Jurgens returned to Grand Rapids after about a year to take up her first executive position as vice president of marketing business development for Adtegrity.
“I love the work ethic of the Midwest, how everybody here is just real and hardworking,” she said.
Jurgens also bounced around between consulting jobs at various startup companies for a few years before coming on as vice president of sales and marketing for MarketNet. Her work involved lead management technology, which included early predictive analytics and behavioral targeting.
“If you took these steps and bought something, we look at people who look like you who take similar steps and know that they also might be willing to buy something,” Jurgens said. “It’s very common now, but I got to do some of the very first.”
Much of predictive analytics at the time before social media and e-commerce included email marketing and data appending based on information gathered from product registrations.
“When you filled out those product registration cards — back in the day — you would even tell them your hobbies. You would give all this information about yourself … and that went into a database. Now, we tell people that by our behaviors, we tweet about it or we browse it.”
During her tenure at MarketNet, Jurgens was diagnosed with breast cancer, but she didn’t allow the setback to stop her career.
“I actually got through it comparatively easy from what I’ve seen in a lot of women,” she said.
She stayed with MarketNet for the entire year she went through treatment. Afterward, Jurgens decided to give back by offering her time to Susan G. Komen, one of the organizations that helped her identify her breast cancer.
Jurgens served as executive director of the organization, helping merge the databases for the three Susan G. Komen affiliates in Michigan into one entity, Susan G. Komen Michigan.
“It’s funny how, when there’s something that you do, it almost doesn’t matter where you go,” she said. “You’ll continue to do what you’re good at doing.”
After about four years, and not seeing how she could be of any more help, she chose to step down from her position as executive director. She said, because of her work, the organization is now set up for continual fundraising.
After finishing her brief stint in the nonprofit sector, an opportunity opened up at SalesPad. She entered the company as vice president of marketing, helping it launch its new cloud-based product for manufacturing and distribution companies. Reminiscent of her Weller days, Jurgens said it’s difficult to get manufacturers on board with cloud technology.

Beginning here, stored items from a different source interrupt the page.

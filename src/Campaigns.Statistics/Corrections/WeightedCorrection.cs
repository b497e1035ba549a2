using Campaigns.Statistics.Numerics;

namespace Campaigns.Statistics.Corrections;

/// <summary>A correction in which hypotheses weigh differently: ranks go by p/w, and adjusted p-values are p/w times a sum of weights.</summary>
/// <remarks>
/// Weights enter only through quotients of weights, so their scale does not matter; texts speak of weights whose mean over the family is 1. They must be fixed before the data.
/// A hypothesis of weight 0 is never rejected. Sums and quotients of weights are formed with 32 digits, each adjusted p-value is rounded once. Tails go by logarithms.
/// Without weights, and with equal ones, the adjusted p-values are those of the unweighted correction.
/// </remarks>
public abstract class WeightedCorrection : Correction
{
    /// <inheritdoc/>
    public sealed override bool NeedsWeights => true;

    /// <summary>Whether no adjusted p-value may lie above that of a later rank (step-up) rather than below that of an earlier one (step-down).</summary>
    private protected abstract bool IsStepUp { get; }

    /// <summary>What p/w of a rank is multiplied with, as a sum of weights and a whole number to divide by.</summary>
    /// <param name="rank">From 0.</param>
    /// <param name="total">The weights of the whole family.</param>
    /// <param name="from">The weights from this rank on, the untested rest included.</param>
    private protected abstract (DoubleDouble Weights, int Divisor) FactorAt(int rank, DoubleDouble total, DoubleDouble from);

    /// <inheritdoc/>
    protected sealed override void AdjustSorted(ReadOnlySpan<double> sorted, int familySize, Span<double> adjusted)
    {
        for (int rank = 0; rank < sorted.Length; rank++)
        {
            (DoubleDouble weights, int divisor) = FactorAt(rank, DoubleDouble.From((double)familySize), DoubleDouble.From((double)(familySize - rank)));
            adjusted[rank] = ExactProducts.Quotient(sorted[rank], weights.High, weights.Low, divisor);
        }

        Step(adjusted, 1);
    }

    private protected sealed override RankedFamily RanksOf(RankedFamily family) => family.ByWeight ?? family;

    private protected sealed override void AdjustRanked(RankedFamily family, Span<double> values, Span<double> tailLogs)
    {
        if (family.Weights is not { } weights)
        {
            base.AdjustRanked(family, values, tailLogs);
            return;
        }

        DoubleDouble from = DoubleDouble.From(weights.Rest);
        for (int rank = values.Length - 1; rank >= 0; rank--)
        {
            from += DoubleDouble.From(weights.AtRank(rank));
            (DoubleDouble sum, int divisor) = FactorAt(rank, weights.Total, from);
            double weight = weights.AtRank(rank);
            double log = family.Log(rank) - Math.Log(weight) + Math.Log(sum.High) - Math.Log(divisor);
            values[rank] = weight == 0 ? 1 : Math.Min(1, Value(family.Sorted[rank], rank < tailLogs.Length, weight, sum, divisor, log));
            if (rank < tailLogs.Length)
            {
                tailLogs[rank] = Math.Min(log, 0);
            }
        }

        Step(values, 1);
        Step(tailLogs, tailLogs.Length < values.Length ? Math.Log(values[tailLogs.Length]) : 0);
        FarTail.Restore(values, tailLogs);
    }

    private static double Value(double p, bool isTail, double weight, DoubleDouble sum, int divisor, double log)
    {
        // Below the normal doubles digits are missing, or everything: in the tail that is put right afterwards, but a small weight brings p/w back above it.
        if (p < RankedFamily.SmallestNormal && !isTail)
        {
            return Math.Exp(log);
        }

        DoubleDouble under = DoubleDouble.From(weight) * DoubleDouble.From((double)divisor);
        return ExactProducts.Quotient(p, sum.High, sum.Low, under.High, under.Low);
    }

    /// <summary>Makes values or their logarithms monotone.</summary>
    /// <param name="adjusted">One for each rank, or for the first ones.</param>
    /// <param name="next">What the rank after the last one has.</param>
    private void Step(Span<double> adjusted, double next)
    {
        if (IsStepUp)
        {
            Steps.Up(adjusted, next);
        }
        else
        {
            Steps.Down(adjusted);
        }
    }
}
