namespace Campaigns.Statistics.Corrections;

/// <summary>Hochberg's step-up correction, never weaker than Holm's.</summary>
/// <remarks>The adjusted p-value of rank k is the smallest (m - j + 1) p(j) over j &gt;= k, at most 1; each product is rounded once.</remarks>
public sealed class Hochberg : Correction
{
    /// <inheritdoc/>
    public override string Key => "hochberg";

    /// <inheritdoc/>
    public override string Name => "Hochberg";

    /// <inheritdoc/>
    public override ErrorRate Controls => ErrorRate.Familywise;

    /// <inheritdoc/>
    public override Dependence ValidUnder => Dependence.Simes;

    /// <inheritdoc/>
    public override string Guarantee => "The probability of at least one false survivor is at most the level if Simes' inequality holds for the true nulls, as it does for independent experiments.";

    /// <inheritdoc/>
    public override string Source => "Y. Hochberg (1988), Biometrika 75:800-802";

    /// <inheritdoc/>
    public override double? BoundaryAt(int rank, int familySize, double level) => level / (familySize - rank + 1);

    /// <inheritdoc/>
    protected override void AdjustSorted(ReadOnlySpan<double> sorted, int familySize, Span<double> adjusted)
    {
        for (int k = 0; k < sorted.Length; k++)
        {
            adjusted[k] = (familySize - k) * sorted[k];
        }

        Steps.Up(adjusted);
    }
}
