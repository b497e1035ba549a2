using Campaigns.Statistics.Numerics;

namespace Campaigns.Statistics.Corrections;

/// <summary>Hommel's correction for any dependence: closed testing with Simes' test at a level that pays for the dependence.</summary>
/// <remarks>
/// Hommel (1983): for any joint law, Simes' p-value of n hypotheses times 1 + 1/2 + ... + 1/n is a valid p-value. The sum over the whole family, H, is at least that of any intersection, so
/// the adjusted p-value is Hommel's (1988) times H. Two roundings. Whether it or Holm's is smaller depends on the p-values.
/// </remarks>
public sealed class HommelAnyDependence : Correction
{
    /// <inheritdoc/>
    public override string Key => "hommel-any";

    /// <inheritdoc/>
    public override string Name => "Hommel for any dependence";

    /// <inheritdoc/>
    public override ErrorRate Controls => ErrorRate.Familywise;

    /// <inheritdoc/>
    public override Dependence ValidUnder => Dependence.Any;

    /// <inheritdoc/>
    public override string Guarantee => "The probability of at least one false survivor is at most the level, whatever the dependence between experiments.";

    /// <inheritdoc/>
    public override string Source => "G. Hommel (1983), Biometrical Journal 25:423-430, with G. Hommel (1988), Biometrika 75:383-386";

    /// <inheritdoc/>
    public override bool IsSimpleSelection => false;

    /// <inheritdoc/>
    protected override void AdjustSorted(ReadOnlySpan<double> sorted, int familySize, Span<double> adjusted)
    {
        Hommel.Fill(sorted, familySize, adjusted);
        (DoubleDouble factor, double divisor) = HarmonicFactor.Of(familySize);
        foreach (ref double value in adjusted)
        {
            value = ExactProducts.Quotient(value, factor.High, factor.Low, divisor * familySize);
        }
    }
}
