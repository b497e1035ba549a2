using System.Buffers;
using Campaigns.Statistics.Probability;

namespace Campaigns.Statistics.Corrections;

/// <summary>A batch correction for many tests: one sealed class in one file, and one line in <see cref="CorrectionRegistry"/>.</summary>
/// <remarks>
/// A correction only gives adjusted p-values; whether a hypothesis is rejected is decided in one place, <see cref="SignificanceLevel.Rejects"/>.
/// A subclass writes <see cref="AdjustSorted"/> alone: sorting, the planned but untested rest of the family, tails below the range of doubles and the order of the input are dealt with once, here.
/// </remarks>
public abstract class Correction : ErrorProcedure
{
    /// <summary>Adjusted p-values of a family, logarithms included, in the order in which the family's p-values were given.</summary>
    /// <param name="family">The p-values at hand with the size of the family they belong to.</param>
    /// <returns>One adjusted p-value for each p-value given; equal p-values get equal ones, smaller ones never larger ones. Only p = 0 gives 0.</returns>
    public PValue[] Adjust(RankedFamily family)
    {
        double[] values = ArrayPool<double>.Shared.Rent(family.Count);
        double[] tailLogs = new double[family.TailCount];
        AdjustRanked(family, values.AsSpan(0, family.Count), tailLogs);
        var adjusted = new PValue[family.Count];
        ReadOnlySpan<int> order = family.Order;
        for (int rank = 0; rank < order.Length; rank++)
        {
            double value = values[rank];
            adjusted[order[rank]] =
                rank < tailLogs.Length && value < RankedFamily.TailBound ? PValue.FromValueAndLog(value, tailLogs[rank])
                : value == family.Sorted[rank] ? PValue.FromValueAndLog(value, family.Log(rank))
                : PValue.FromValue(value);
        }

        ArrayPool<double>.Shared.Return(values);
        return adjusted;
    }

    /// <summary>Adjusted p-values as doubles, in the order in which the family's p-values were given.</summary>
    /// <param name="family">The p-values at hand with the size of the family they belong to.</param>
    /// <param name="adjusted">Takes one adjusted p-value for each p-value given; 0 only for p = 0 and below the range of doubles.</param>
    /// <exception cref="ArgumentException">The memory to fill is not as long as the p-values are many.</exception>
    public void Adjust(RankedFamily family, Span<double> adjusted)
    {
        if (adjusted.Length != family.Count)
        {
            throw new ArgumentException(
                FormattableString.Invariant($"Memory for {adjusted.Length} adjusted p-values was given for a family with {family.Count} p-values."),
                nameof(adjusted));
        }

        double[] values = ArrayPool<double>.Shared.Rent(family.Count);
        AdjustRanked(family, values.AsSpan(0, family.Count), new double[family.TailCount]);
        ReadOnlySpan<int> order = family.Order;
        for (int rank = 0; rank < order.Length; rank++)
        {
            adjusted[order[rank]] = values[rank];
        }

        ArrayPool<double>.Shared.Return(values);
    }

    /// <summary>The p-value up to which the procedure compares the hypothesis of a rank with its level, for pictures; decisions come from <see cref="Adjust(RankedFamily)"/> alone.</summary>
    /// <param name="rank">Rank of the p-value in its family, from 1.</param>
    /// <param name="familySize">Size of the family, at least <paramref name="rank"/>.</param>
    /// <param name="level">The level, in (0, 1).</param>
    /// <returns>The boundary, in (0, 1]; null where the procedure has none that depends on rank, family size and level alone.</returns>
    public virtual double? BoundaryAt(int rank, int familySize, double level) => null;

    /// <summary>The procedure itself, on ascending p-values.</summary>
    /// <param name="sorted">The p-values at hand, ascending, in [0, 1].</param>
    /// <param name="familySize">Size of the family, at least the number of p-values; the rest counts as p = 1.</param>
    /// <param name="adjusted">Takes the adjusted p-values, ascending; values above 1 are cut to 1 afterwards.</param>
    protected abstract void AdjustSorted(ReadOnlySpan<double> sorted, int familySize, Span<double> adjusted);

    private void AdjustRanked(RankedFamily family, Span<double> values, Span<double> tailLogs)
    {
        AdjustSorted(family.Sorted, family.FamilySize, values);
        foreach (ref double value in values)
        {
            value = Math.Min(value, 1);
        }

        if (tailLogs.Length > 0)
        {
            FarTail.Logs(family, AdjustSorted, tailLogs);
            FarTail.Restore(values, tailLogs);
        }
    }
}
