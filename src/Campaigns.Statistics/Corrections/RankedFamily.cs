using Campaigns.Statistics.Probability;

namespace Campaigns.Statistics.Corrections;

/// <summary>The p-values of one family, ranked once for all corrections, with the size of the family as it was planned.</summary>
public sealed class RankedFamily
{
    /// <summary>P-values at hand.</summary>
    public int Count => throw new NotImplementedException();

    /// <summary>Hypotheses in the family, at least <see cref="Count"/>; those without a p-value count as p = 1.</summary>
    public int FamilySize => throw new NotImplementedException();

    /// <summary>Ranks p-values.</summary>
    public static RankedFamily Of(ReadOnlySpan<PValue> pValues, int familySize) => throw new NotImplementedException();

    /// <summary>Ranks p-values given as doubles in [0, 1].</summary>
    public static RankedFamily Of(ReadOnlySpan<double> pValues, int familySize) => throw new NotImplementedException();
}
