using Campaigns.Statistics.Probability;

namespace Campaigns.Statistics.Corrections;

/// <summary>A batch correction for many tests: one sealed class in one file, and one line in <see cref="CorrectionRegistry"/>.</summary>
/// <remarks>
/// A correction only gives adjusted p-values; whether a hypothesis is rejected is decided in one place, <see cref="SignificanceLevel.Rejects"/>.
/// A subclass writes <see cref="AdjustSorted"/> alone: sorting, the planned but untested rest of the family, tails below the range of doubles and the order of the input are dealt with once, here.
/// </remarks>
public abstract class Correction
{
    /// <summary>The short, frozen, lower-case word by which plans, files and commands name the correction.</summary>
    public abstract string Key { get; }

    /// <summary>The procedure's published name.</summary>
    public abstract string Name { get; }

    /// <summary>The error rate that the procedure holds.</summary>
    public abstract ErrorRate Controls { get; }

    /// <summary>The dependence between the p-values under which it is proved.</summary>
    public abstract Dependence ValidUnder { get; }

    /// <summary>The guarantee in one sentence for people.</summary>
    public abstract string Guarantee { get; }

    /// <summary>Where the procedure was published.</summary>
    public abstract string Source { get; }

    /// <summary>Adjusted p-values of a family, logarithms included, in the order in which the family's p-values were given.</summary>
    /// <param name="family">The p-values at hand with the size of the family they belong to.</param>
    /// <returns>One adjusted p-value for each p-value given.</returns>
    public PValue[] Adjust(RankedFamily family) => throw new NotImplementedException();

    /// <summary>Adjusted p-values as doubles, in the order in which the family's p-values were given.</summary>
    /// <param name="family">The p-values at hand with the size of the family they belong to.</param>
    /// <param name="adjusted">Takes one adjusted p-value for each p-value given.</param>
    public void Adjust(RankedFamily family, Span<double> adjusted) => throw new NotImplementedException();

    /// <summary>The procedure itself, on ascending p-values.</summary>
    /// <param name="sorted">The p-values at hand, ascending, in [0, 1].</param>
    /// <param name="familySize">Size of the family, at least the number of p-values; the rest counts as p = 1.</param>
    /// <param name="adjusted">Takes the adjusted p-values, ascending.</param>
    protected abstract void AdjustSorted(ReadOnlySpan<double> sorted, int familySize, Span<double> adjusted);
}

/// <summary>What kind of error a procedure holds at its level.</summary>
public enum ErrorRate
{
    /// <summary>Each test at the level on its own: nothing is held over the family.</summary>
    PerTest,

    /// <summary>The probability of at least one false rejection in the family.</summary>
    Familywise,

    /// <summary>The expected share of false rejections among all rejections.</summary>
    FalseDiscovery,
}

/// <summary>A condition on the joint law of the p-values, from the weakest demand to the strongest.</summary>
public enum Dependence
{
    /// <summary>Any joint law.</summary>
    Any,

    /// <summary>The p-values of true nulls satisfy Sidak's inequality: P(all above c) is at least the product; holds under independence and for two-sided normal tests of any correlation.</summary>
    Sidak,

    /// <summary>Simes' inequality holds for the true nulls; holds under independence and positive regression dependence.</summary>
    Simes,

    /// <summary>Positive regression dependence on the subset of true nulls; independence is a special case.</summary>
    PositiveRegression,

    /// <summary>Independent p-values.</summary>
    Independent,
}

“All of my background within the telecommunications companies, my work at Pandesic, all of my marketing background around efficiencies — it really came together almost in one company,” she said.
Jurgens moved into the president’s seat after 10 months at SalesPad. She said during her interviews for vice president of marketing, Matt Williams, SalesPad CEO and former president, brought up the possibility of her eventually becoming president of the company.
“We recognized early on that we complement each other. He’s a developer, and so the things that he doesn’t enjoy doing, like speaking in front of large groups and going to lots of meetings, are things I enjoy doing,” she said.
Jurgens said her experience has made her a strong believer in the use of technology as a means for efficiency and improving productivity, but the human element, the fear of change, must be considered when introducing new technology.
“The other thing I’ve learned over these years is it is still about your interaction with people,” she said. “You have to form that trust that you’re not just trying to change something to change it. You are trying to change it to make their lives better. And if you don’t establish that trust, it’s not going to work.”